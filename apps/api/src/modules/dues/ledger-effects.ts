import type { Transaction } from 'sequelize';
import { METHOD_LABELS } from '@app/shared';
import { formatDate, formatMoney } from '@app/shared/locale';
import type { Payment } from '../../models';
import { Membership, Refund, User } from '../../models';
import { enqueueEmail } from '../mail/outbox.service';
import { actionEmail } from '../mail/templates';
import { daysBetween } from './calendar';

/** How a held payment's reason starts when it paid for a period that was already paid. */
export const ALREADY_PAID = 'Already paid:';

/**
 * When the member's dues already cover the whole of this payment's period (paid by an earlier checkout, a second
 * tab, or a payment the treasurer recorded), the reason to hold it for the treasurer instead of crediting it again.
 */
export async function alreadyPaidReason(
  payment: Payment,
  t: Transaction,
  paid: { amountMinor: number; currency: string } = payment,
): Promise<string | null> {
  if (!payment.coversTo) return null;
  const m = await Membership.findOne({
    where: { userId: payment.userId },
    lock: t.LOCK.UPDATE,
    transaction: t,
  });
  if (!m?.paidThrough || daysBetween(m.paidThrough, payment.coversTo) > 0) return null;
  const from = payment.coversFrom ? formatDate(payment.coversFrom) : 'the start';
  return `${ALREADY_PAID} ${formatMoney(paid.amountMinor, paid.currency)} for the dues from ${from} to ${formatDate(payment.coversTo)}, which were already paid (the membership runs to ${formatDate(m.paidThrough)}); refund this payment or credit it on purpose`;
}

/**
 * Credits a succeeded payment to the member's membership: paid-through moves to the payment's cover end when that
 * is later, and the plan follows the payment. Creates the membership when the member has none.
 */
export async function creditMembership(payment: Payment, t: Transaction): Promise<Membership> {
  const coversTo = payment.coversTo;
  const coversFrom = payment.coversFrom;
  if (!coversTo || !coversFrom || !payment.planId)
    throw new Error('A payment without a plan or cover period cannot be credited');
  const existing = await Membership.findOne({
    where: { userId: payment.userId },
    lock: t.LOCK.UPDATE,
    transaction: t,
  });
  await payment.update({ priorPaidThrough: existing?.paidThrough ?? null }, { transaction: t });
  if (!existing)
    return Membership.create(
      {
        userId: payment.userId,
        planId: payment.planId,
        joinedOn: coversFrom,
        paidThrough: coversTo,
      },
      { transaction: t },
    );
  const later =
    !existing.paidThrough || daysBetween(existing.paidThrough, coversTo) > 0
      ? coversTo
      : existing.paidThrough;
  return existing.update({ paidThrough: later, planId: payment.planId }, { transaction: t });
}

/**
 * After a refund completes: when the payment is now refunded in full and it was what the member's paid-through date
 * rests on, paid-through goes back to what it was before the payment was credited. Returns the new date when changed.
 */
export async function reverseCoverIfFullyRefunded(
  payment: Payment,
  t: Transaction,
): Promise<string | null | undefined> {
  if (payment.status !== 'succeeded' || !payment.coversFrom || !payment.coversTo) return undefined;
  const refunded = await Refund.sum('amountMinor', {
    where: { paymentId: payment.id, status: 'succeeded' },
    transaction: t,
  });
  if ((refunded ?? 0) < payment.amountMinor) return undefined;
  const m = await Membership.findOne({
    where: { userId: payment.userId },
    lock: t.LOCK.UPDATE,
    transaction: t,
  });
  if (!m || m.paidThrough !== payment.coversTo) return undefined;
  const paidThrough = payment.priorPaidThrough;
  await m.update({ paidThrough }, { transaction: t });
  return paidThrough;
}

/** Queues the member's receipt for a credited payment (inside the caller's transaction). */
export async function queueReceipt(payment: Payment, publicUrl: string, t: Transaction) {
  const user = await User.findByPk(payment.userId, { transaction: t });
  if (!user) return;
  const lines = [
    `We received ${formatMoney(payment.amountMinor, payment.currency)} by ${METHOD_LABELS[payment.method].toLowerCase()}.`,
    ...(payment.coversFrom && payment.coversTo
      ? [
          `Your dues now cover ${formatDate(payment.coversFrom)} to ${formatDate(payment.coversTo)}.`,
        ]
      : []),
    ...(payment.reference ? [`Reference: ${payment.reference}`] : []),
    `Receipt number: R-${String(payment.id).padStart(6, '0')}`,
  ];
  await enqueueEmail(
    actionEmail({
      to: user.email,
      kind: 'dues-receipt',
      subject: 'Receipt for your club dues',
      greeting: `Hello ${user.displayName},`,
      lines,
      actionLabel: 'See your dues',
      actionUrl: `${publicUrl}/dues`,
      footer: 'Keep this e-mail as your receipt. Questions about it go to the club treasurer.',
    }),
    t,
  );
}
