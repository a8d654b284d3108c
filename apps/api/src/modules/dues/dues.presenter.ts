import type { PaymentDto, PlanDto, RefundDto } from '@app/shared';
import type { MembershipPlan, Payment, Refund } from '../../models';

/** Why a card payment without a payment-intent id cannot be refunded (the refund answer and the ledger say it). */
export const NO_PROVIDER_REFERENCE =
  'This card payment has no reference at the payment provider, so it cannot be refunded by card. Hand the money back another way and note it on the entry.';

/** What a plan shows outside the server. */
export function toPlanDto(p: MembershipPlan): PlanDto {
  return {
    id: p.id,
    code: p.code,
    name: p.name,
    kind: p.kind,
    description: p.description,
    amountMinor: p.amountMinor,
    currency: p.currency,
    proration: p.proration,
    lateFeeMinor: p.lateFeeMinor,
    graceDays: p.graceDays,
    active: p.active,
  };
}

/** A refund entry. */
export function toRefundDto(r: Refund): RefundDto {
  return {
    id: r.id,
    paymentId: r.paymentId,
    amountMinor: r.amountMinor,
    currency: r.currency,
    status: r.status,
    reason: r.reason,
    returnedBy: r.returnedBy ?? null,
    createdAt: r.createdAt.toISOString(),
    completedAt: r.completedAt?.toISOString() ?? null,
  };
}

/** A payment entry with its refunds (load `user`, `plan` and `refunds` first). */
export function toPaymentDto(p: Payment): PaymentDto {
  const refunds = (p.refunds ?? []).slice().sort((a, b) => a.id - b.id);
  return {
    id: p.id,
    userId: p.userId,
    memberName: p.user?.displayName ?? '',
    planName: p.plan?.name ?? null,
    method: p.method,
    status: p.status,
    amountMinor: p.amountMinor,
    currency: p.currency,
    expectedMinor: p.expectedMinor,
    refundedMinor: refunds
      .filter((r) => r.status === 'succeeded')
      .reduce((s, r) => s + r.amountMinor, 0),
    coversFrom: p.coversFrom,
    coversTo: p.coversTo,
    reference: p.reference,
    note: p.note,
    heldReason: p.heldReason,
    cardRefundBlocked:
      p.method === 'card' && !p.providerPaymentIntentId ? NO_PROVIDER_REFERENCE : null,
    paidAt: p.paidAt?.toISOString() ?? null,
    createdAt: p.createdAt.toISOString(),
    refunds: refunds.map(toRefundDto),
  };
}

* _Try it_
Reply with the number only, stating how many lines in the listing hold the string "filename".

* _Result of this exercise_
2